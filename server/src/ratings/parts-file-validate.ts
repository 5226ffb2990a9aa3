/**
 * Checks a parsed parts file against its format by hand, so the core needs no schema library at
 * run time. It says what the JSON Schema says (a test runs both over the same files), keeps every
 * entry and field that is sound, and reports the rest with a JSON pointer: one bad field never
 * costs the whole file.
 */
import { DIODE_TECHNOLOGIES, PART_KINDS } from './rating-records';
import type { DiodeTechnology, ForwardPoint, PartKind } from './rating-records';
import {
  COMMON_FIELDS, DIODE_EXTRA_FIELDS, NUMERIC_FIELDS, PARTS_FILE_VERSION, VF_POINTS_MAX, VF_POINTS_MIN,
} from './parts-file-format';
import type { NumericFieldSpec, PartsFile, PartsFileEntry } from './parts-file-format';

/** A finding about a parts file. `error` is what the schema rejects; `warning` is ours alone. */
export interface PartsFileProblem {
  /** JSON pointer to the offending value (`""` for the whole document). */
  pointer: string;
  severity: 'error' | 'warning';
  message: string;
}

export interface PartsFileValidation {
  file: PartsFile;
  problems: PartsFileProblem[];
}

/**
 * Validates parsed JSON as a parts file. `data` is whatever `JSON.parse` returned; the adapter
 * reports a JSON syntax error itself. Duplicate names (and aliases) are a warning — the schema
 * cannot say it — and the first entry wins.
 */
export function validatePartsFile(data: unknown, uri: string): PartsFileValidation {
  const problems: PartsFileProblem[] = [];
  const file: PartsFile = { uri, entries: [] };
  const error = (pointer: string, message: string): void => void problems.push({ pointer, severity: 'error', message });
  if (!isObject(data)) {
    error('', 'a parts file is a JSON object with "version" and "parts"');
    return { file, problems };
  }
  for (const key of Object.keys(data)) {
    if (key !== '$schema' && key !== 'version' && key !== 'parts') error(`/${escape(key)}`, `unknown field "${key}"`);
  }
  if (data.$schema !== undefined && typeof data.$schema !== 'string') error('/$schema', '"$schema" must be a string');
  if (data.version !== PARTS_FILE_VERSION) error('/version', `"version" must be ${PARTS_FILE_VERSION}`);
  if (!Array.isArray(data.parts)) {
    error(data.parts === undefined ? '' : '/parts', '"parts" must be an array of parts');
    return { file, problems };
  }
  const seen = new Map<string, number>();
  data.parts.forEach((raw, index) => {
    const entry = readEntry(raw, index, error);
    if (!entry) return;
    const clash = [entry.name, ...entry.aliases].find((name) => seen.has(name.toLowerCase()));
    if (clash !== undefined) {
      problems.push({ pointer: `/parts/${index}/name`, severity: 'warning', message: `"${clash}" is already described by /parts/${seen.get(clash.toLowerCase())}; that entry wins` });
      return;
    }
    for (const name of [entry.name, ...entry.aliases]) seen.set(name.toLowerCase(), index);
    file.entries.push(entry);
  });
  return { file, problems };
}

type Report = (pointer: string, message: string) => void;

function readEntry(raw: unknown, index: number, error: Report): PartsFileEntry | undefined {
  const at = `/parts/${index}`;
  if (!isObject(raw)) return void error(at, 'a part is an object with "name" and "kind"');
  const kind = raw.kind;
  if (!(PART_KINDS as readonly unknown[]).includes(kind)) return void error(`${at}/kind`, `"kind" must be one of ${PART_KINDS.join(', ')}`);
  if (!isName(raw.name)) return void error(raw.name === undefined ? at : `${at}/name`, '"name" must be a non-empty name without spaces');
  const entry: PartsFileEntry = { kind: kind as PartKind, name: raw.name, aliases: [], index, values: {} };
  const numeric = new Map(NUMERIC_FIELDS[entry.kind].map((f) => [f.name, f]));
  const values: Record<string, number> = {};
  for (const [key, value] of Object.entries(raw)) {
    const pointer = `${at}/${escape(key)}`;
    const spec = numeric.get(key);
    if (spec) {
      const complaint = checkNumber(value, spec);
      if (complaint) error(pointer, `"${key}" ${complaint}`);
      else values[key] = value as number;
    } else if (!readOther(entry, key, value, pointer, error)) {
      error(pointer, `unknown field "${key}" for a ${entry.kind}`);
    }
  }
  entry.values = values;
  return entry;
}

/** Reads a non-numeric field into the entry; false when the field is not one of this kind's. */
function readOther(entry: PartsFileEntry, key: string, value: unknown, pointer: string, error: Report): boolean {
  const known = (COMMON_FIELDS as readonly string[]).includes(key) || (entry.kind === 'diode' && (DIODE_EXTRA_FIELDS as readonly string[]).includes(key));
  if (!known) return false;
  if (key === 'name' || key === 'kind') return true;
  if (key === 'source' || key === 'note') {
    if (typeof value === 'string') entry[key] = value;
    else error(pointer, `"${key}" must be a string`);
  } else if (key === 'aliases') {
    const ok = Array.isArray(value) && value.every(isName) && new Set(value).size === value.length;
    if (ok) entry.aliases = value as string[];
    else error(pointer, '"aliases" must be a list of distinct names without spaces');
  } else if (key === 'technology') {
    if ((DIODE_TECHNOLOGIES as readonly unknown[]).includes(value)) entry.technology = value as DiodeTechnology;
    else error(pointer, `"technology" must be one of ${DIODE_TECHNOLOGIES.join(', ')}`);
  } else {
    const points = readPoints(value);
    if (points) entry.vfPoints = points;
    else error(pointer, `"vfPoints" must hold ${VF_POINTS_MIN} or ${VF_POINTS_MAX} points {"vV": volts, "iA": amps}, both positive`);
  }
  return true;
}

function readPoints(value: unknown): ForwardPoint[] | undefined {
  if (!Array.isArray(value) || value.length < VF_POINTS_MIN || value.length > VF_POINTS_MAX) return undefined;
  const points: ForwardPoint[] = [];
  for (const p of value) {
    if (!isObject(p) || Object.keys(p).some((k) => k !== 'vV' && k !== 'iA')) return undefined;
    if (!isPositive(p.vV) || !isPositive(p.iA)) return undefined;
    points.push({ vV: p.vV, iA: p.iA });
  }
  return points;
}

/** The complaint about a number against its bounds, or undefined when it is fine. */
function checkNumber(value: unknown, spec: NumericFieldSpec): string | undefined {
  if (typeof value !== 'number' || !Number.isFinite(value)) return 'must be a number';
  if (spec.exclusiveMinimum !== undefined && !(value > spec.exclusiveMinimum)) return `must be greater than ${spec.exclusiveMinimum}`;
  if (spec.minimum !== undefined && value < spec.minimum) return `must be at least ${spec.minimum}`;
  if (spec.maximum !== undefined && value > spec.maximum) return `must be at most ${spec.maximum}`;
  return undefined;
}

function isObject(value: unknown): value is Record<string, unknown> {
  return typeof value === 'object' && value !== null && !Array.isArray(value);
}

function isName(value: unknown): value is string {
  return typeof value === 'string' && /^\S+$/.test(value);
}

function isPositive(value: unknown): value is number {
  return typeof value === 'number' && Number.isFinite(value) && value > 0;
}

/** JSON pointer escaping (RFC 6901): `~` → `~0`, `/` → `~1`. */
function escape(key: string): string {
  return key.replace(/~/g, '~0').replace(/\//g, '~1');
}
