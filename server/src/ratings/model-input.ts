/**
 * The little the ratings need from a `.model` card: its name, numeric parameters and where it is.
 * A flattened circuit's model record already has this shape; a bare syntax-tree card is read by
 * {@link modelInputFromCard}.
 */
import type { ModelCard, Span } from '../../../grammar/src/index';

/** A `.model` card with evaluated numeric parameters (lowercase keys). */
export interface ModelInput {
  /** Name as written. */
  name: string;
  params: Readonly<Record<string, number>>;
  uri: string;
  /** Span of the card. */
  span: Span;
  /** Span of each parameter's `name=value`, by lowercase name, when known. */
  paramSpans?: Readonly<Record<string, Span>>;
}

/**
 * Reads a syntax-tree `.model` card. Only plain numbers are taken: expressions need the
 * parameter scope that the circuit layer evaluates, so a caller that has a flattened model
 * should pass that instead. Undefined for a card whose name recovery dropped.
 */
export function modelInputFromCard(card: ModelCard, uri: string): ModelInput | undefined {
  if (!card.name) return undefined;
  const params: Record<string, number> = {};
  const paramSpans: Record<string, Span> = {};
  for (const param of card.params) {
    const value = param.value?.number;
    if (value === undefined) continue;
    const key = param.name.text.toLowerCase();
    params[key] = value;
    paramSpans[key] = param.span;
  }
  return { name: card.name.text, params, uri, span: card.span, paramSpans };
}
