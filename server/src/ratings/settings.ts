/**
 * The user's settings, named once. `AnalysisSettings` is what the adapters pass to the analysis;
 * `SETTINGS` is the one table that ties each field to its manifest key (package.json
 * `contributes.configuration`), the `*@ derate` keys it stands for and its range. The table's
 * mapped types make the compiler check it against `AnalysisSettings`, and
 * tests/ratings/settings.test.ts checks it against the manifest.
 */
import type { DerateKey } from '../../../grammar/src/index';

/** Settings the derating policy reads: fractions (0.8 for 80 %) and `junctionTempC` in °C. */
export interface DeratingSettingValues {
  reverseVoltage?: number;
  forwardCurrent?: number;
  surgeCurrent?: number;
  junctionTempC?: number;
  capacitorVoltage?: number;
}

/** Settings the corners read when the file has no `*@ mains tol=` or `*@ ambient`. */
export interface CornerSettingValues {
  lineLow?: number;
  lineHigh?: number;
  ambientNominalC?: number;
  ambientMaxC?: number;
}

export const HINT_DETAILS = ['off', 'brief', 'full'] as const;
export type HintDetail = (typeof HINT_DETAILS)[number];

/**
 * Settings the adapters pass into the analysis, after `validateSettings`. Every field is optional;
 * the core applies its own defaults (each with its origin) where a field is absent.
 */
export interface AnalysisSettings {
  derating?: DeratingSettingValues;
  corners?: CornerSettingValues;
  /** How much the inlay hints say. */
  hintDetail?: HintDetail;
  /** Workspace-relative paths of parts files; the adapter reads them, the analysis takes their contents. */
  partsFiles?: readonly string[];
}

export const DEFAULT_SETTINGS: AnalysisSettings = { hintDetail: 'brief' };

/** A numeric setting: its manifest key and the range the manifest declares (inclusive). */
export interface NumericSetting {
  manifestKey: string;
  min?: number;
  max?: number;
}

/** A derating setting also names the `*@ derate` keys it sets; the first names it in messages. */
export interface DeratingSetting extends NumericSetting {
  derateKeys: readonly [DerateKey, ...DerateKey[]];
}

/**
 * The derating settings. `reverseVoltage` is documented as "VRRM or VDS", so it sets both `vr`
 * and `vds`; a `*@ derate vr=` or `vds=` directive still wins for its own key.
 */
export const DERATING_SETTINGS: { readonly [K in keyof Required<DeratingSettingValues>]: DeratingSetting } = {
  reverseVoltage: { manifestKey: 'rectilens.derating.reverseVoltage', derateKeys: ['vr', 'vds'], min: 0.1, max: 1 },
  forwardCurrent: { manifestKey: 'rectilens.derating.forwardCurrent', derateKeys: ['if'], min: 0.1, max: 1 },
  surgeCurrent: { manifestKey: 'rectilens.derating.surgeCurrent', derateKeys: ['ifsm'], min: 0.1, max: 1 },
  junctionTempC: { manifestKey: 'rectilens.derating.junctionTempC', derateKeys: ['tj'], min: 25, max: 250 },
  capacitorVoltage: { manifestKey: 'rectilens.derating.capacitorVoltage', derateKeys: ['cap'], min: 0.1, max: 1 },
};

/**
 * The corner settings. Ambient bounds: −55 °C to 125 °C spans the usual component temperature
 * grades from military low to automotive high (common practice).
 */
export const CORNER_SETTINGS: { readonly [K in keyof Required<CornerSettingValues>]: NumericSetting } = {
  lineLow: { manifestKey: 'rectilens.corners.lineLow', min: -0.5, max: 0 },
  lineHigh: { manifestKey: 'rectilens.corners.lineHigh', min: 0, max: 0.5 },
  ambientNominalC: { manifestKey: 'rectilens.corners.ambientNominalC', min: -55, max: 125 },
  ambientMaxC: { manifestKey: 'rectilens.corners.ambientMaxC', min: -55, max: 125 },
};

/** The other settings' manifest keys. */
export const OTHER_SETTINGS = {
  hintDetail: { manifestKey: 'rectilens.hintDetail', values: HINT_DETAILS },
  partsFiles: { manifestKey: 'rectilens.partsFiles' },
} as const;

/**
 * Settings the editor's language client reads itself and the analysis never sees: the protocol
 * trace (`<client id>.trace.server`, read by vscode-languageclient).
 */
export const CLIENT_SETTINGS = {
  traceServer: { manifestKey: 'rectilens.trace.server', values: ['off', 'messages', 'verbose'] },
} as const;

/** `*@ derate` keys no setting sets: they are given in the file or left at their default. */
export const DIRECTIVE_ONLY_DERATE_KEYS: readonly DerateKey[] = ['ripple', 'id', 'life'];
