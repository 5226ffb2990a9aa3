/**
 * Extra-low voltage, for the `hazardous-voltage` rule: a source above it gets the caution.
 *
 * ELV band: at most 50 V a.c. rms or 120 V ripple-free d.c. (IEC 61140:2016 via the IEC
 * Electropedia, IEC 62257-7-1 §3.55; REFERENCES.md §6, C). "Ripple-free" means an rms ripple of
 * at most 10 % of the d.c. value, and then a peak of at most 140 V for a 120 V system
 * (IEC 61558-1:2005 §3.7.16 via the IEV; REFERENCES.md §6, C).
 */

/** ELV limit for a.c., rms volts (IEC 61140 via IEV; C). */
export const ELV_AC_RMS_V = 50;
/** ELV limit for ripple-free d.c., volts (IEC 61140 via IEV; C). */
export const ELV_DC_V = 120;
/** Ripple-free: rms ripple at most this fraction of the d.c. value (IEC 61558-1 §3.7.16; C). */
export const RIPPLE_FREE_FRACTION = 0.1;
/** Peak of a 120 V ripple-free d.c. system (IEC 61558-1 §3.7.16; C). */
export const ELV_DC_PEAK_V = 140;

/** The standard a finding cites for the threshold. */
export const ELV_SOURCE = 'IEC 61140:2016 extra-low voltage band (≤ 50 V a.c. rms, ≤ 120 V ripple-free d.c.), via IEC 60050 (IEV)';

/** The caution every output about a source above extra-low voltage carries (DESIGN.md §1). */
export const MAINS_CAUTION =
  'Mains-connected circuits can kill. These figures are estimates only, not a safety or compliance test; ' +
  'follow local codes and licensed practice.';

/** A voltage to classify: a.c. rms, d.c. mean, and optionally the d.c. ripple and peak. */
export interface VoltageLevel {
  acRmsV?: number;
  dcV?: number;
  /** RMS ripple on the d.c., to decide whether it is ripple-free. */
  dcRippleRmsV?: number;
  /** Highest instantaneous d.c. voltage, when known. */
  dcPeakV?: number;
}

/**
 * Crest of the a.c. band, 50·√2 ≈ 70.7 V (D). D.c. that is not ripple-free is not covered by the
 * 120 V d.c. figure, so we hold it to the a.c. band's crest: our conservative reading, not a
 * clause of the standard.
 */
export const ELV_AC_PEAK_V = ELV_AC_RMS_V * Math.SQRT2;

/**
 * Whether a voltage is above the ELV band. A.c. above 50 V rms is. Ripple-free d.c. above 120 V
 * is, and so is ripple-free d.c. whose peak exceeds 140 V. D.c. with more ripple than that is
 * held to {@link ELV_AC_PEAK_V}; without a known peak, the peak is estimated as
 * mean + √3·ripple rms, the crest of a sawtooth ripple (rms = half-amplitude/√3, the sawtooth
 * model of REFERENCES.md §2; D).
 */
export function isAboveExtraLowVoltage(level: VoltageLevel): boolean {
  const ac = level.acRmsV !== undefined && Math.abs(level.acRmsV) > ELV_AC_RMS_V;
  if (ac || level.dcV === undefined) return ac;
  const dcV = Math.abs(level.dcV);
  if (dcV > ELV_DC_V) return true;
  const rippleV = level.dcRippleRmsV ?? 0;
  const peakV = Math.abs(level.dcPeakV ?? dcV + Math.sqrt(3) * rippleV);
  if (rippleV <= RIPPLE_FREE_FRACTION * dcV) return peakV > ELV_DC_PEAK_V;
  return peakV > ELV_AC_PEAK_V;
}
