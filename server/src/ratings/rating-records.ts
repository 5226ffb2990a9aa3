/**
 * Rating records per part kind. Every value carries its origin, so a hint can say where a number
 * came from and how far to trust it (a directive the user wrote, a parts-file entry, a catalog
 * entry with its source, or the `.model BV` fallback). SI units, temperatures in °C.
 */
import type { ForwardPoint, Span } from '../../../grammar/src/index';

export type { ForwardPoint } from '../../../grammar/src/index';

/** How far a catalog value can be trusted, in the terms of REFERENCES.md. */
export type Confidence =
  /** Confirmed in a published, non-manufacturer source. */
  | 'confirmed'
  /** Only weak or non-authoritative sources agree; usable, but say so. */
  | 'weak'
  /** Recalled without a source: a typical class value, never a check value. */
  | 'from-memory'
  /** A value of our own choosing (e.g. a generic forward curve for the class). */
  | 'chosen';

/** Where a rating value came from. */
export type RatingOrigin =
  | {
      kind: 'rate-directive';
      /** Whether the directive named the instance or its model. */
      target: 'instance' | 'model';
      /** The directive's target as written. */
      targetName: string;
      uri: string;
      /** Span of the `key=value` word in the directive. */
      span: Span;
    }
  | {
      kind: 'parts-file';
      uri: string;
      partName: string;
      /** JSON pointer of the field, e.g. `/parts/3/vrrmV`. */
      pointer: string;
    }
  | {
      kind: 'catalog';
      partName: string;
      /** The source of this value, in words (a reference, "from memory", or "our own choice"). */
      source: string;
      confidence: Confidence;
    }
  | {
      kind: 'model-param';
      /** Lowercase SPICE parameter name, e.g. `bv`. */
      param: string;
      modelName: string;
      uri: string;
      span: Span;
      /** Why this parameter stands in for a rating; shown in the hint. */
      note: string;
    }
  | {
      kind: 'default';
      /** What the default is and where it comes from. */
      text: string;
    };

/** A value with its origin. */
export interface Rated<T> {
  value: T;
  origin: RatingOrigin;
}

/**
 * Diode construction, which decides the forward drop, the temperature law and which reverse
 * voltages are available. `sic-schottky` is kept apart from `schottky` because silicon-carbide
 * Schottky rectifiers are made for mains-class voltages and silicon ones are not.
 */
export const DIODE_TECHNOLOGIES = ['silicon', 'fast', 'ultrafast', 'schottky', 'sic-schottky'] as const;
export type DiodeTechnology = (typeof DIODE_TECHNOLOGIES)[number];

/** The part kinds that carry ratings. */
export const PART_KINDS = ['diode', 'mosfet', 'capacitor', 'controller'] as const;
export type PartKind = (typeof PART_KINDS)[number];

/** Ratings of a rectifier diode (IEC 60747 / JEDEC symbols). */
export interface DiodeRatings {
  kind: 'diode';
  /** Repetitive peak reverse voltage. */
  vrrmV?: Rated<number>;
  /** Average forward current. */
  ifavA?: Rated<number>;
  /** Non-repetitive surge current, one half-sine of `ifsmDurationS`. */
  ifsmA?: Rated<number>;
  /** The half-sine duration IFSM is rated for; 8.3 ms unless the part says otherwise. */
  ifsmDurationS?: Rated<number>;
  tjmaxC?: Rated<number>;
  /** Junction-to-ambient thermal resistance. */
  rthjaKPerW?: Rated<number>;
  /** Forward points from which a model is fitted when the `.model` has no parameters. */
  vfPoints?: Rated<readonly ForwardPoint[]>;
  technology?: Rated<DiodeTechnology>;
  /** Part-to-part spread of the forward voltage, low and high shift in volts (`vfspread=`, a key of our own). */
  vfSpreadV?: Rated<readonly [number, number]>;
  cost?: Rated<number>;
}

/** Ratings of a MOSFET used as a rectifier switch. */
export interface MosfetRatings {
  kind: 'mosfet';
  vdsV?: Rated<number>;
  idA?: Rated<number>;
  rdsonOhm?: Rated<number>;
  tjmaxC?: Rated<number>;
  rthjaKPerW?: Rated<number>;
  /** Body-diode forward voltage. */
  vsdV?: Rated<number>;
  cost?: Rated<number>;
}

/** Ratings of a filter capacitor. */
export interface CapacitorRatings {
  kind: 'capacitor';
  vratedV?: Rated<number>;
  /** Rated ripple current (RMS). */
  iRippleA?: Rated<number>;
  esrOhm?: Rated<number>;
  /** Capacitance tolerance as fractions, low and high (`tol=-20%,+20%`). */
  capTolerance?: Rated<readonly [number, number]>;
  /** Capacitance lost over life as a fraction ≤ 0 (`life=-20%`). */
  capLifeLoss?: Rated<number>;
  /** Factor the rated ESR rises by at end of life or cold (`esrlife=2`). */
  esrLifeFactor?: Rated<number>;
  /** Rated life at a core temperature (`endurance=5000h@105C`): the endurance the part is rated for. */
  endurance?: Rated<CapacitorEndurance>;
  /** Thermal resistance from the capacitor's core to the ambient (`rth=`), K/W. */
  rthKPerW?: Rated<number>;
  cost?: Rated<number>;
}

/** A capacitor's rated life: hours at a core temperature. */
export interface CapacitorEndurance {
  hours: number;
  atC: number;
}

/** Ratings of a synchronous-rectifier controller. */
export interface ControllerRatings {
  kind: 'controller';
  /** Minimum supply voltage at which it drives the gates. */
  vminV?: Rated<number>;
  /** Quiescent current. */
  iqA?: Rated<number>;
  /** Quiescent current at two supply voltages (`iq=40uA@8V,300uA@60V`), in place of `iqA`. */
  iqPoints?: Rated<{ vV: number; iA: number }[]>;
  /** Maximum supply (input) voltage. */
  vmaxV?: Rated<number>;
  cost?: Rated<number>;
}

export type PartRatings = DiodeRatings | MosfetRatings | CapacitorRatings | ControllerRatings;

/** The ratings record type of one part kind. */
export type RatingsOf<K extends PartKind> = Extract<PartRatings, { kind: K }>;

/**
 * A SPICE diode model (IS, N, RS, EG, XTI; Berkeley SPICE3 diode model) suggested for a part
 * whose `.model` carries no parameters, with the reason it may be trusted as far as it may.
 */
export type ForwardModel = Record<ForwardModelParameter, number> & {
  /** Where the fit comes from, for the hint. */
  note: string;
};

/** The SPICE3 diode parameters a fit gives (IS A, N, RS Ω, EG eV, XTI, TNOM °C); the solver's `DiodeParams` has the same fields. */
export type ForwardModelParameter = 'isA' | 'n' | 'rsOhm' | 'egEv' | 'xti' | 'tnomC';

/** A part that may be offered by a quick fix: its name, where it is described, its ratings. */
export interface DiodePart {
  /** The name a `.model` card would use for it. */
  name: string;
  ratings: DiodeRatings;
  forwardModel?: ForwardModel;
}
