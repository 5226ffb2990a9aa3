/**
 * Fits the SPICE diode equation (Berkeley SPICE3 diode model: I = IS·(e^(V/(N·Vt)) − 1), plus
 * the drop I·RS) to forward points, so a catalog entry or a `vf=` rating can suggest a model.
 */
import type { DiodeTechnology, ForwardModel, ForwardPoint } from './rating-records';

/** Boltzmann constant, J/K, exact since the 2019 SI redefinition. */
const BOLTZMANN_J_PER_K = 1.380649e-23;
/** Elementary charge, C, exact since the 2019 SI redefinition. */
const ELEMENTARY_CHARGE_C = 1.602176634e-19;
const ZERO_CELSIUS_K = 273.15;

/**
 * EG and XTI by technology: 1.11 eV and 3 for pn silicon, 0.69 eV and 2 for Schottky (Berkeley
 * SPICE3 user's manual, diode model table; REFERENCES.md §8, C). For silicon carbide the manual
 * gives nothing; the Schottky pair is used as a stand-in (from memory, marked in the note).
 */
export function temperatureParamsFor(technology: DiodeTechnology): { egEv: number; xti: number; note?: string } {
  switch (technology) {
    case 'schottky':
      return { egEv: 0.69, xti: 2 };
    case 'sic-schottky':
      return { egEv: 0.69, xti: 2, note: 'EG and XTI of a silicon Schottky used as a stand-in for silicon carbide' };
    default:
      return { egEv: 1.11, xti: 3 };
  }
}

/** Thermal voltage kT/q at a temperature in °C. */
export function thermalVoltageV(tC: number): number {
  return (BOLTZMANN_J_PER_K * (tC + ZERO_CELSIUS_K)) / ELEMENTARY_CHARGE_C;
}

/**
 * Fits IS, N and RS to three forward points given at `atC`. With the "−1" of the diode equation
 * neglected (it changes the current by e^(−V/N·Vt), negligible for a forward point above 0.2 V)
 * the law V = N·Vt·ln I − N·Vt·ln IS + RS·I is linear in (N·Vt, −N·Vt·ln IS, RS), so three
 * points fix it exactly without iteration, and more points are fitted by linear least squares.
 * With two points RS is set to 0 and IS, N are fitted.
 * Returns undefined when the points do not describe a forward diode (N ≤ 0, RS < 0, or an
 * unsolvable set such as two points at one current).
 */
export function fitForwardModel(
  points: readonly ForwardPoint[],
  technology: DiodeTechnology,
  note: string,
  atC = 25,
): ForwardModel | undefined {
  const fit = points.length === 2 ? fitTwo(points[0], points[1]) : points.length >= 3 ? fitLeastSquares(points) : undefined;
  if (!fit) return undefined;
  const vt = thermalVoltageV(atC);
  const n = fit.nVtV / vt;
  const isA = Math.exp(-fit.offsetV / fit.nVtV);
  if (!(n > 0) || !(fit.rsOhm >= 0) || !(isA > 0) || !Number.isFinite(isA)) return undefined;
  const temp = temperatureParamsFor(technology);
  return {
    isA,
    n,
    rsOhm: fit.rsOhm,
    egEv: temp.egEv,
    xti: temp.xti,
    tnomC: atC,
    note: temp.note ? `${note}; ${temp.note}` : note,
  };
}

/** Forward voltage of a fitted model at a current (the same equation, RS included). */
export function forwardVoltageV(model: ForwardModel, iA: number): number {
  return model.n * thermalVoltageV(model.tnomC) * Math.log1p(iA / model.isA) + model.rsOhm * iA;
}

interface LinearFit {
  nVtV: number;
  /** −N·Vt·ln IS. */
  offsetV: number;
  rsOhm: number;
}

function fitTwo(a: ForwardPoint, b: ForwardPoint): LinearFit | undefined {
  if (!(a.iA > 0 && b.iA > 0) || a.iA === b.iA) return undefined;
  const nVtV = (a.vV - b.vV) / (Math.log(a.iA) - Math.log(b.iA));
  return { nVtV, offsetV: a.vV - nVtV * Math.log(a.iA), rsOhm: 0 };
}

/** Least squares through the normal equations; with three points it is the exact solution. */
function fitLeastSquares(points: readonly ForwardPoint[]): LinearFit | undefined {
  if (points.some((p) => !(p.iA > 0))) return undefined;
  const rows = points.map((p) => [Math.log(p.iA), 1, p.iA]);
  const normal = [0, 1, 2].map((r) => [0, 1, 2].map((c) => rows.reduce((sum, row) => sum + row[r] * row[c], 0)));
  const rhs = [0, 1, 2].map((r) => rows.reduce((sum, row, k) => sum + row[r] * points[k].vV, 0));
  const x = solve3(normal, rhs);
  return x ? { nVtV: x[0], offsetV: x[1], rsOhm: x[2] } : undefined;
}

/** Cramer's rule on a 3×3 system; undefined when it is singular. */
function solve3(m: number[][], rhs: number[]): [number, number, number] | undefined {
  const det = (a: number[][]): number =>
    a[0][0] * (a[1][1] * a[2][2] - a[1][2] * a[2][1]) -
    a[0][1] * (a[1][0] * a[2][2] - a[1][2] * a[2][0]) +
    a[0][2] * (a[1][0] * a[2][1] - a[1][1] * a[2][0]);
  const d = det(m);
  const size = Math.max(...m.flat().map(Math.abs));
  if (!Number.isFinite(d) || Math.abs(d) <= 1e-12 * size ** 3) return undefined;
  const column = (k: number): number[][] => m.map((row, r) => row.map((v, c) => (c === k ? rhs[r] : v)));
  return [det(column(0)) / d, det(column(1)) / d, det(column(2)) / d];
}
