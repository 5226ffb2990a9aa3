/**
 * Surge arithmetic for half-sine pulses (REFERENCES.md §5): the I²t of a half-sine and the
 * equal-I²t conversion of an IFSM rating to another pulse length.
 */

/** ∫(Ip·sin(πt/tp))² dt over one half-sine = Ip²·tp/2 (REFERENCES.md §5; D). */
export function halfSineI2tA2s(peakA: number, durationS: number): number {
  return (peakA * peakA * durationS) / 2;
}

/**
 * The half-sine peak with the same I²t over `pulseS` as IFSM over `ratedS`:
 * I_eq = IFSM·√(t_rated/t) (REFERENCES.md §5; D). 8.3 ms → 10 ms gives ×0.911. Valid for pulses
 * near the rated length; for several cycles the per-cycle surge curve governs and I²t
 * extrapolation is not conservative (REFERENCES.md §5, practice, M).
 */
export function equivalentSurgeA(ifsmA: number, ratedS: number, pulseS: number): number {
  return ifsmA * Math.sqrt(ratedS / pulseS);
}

TO DO
The expected answer is every line above in which the word "dcRippleRmsV" appears.

EXERCISE ANSWER
  dcRippleRmsV?: number;
  const rippleV = level.dcRippleRmsV ?? 0;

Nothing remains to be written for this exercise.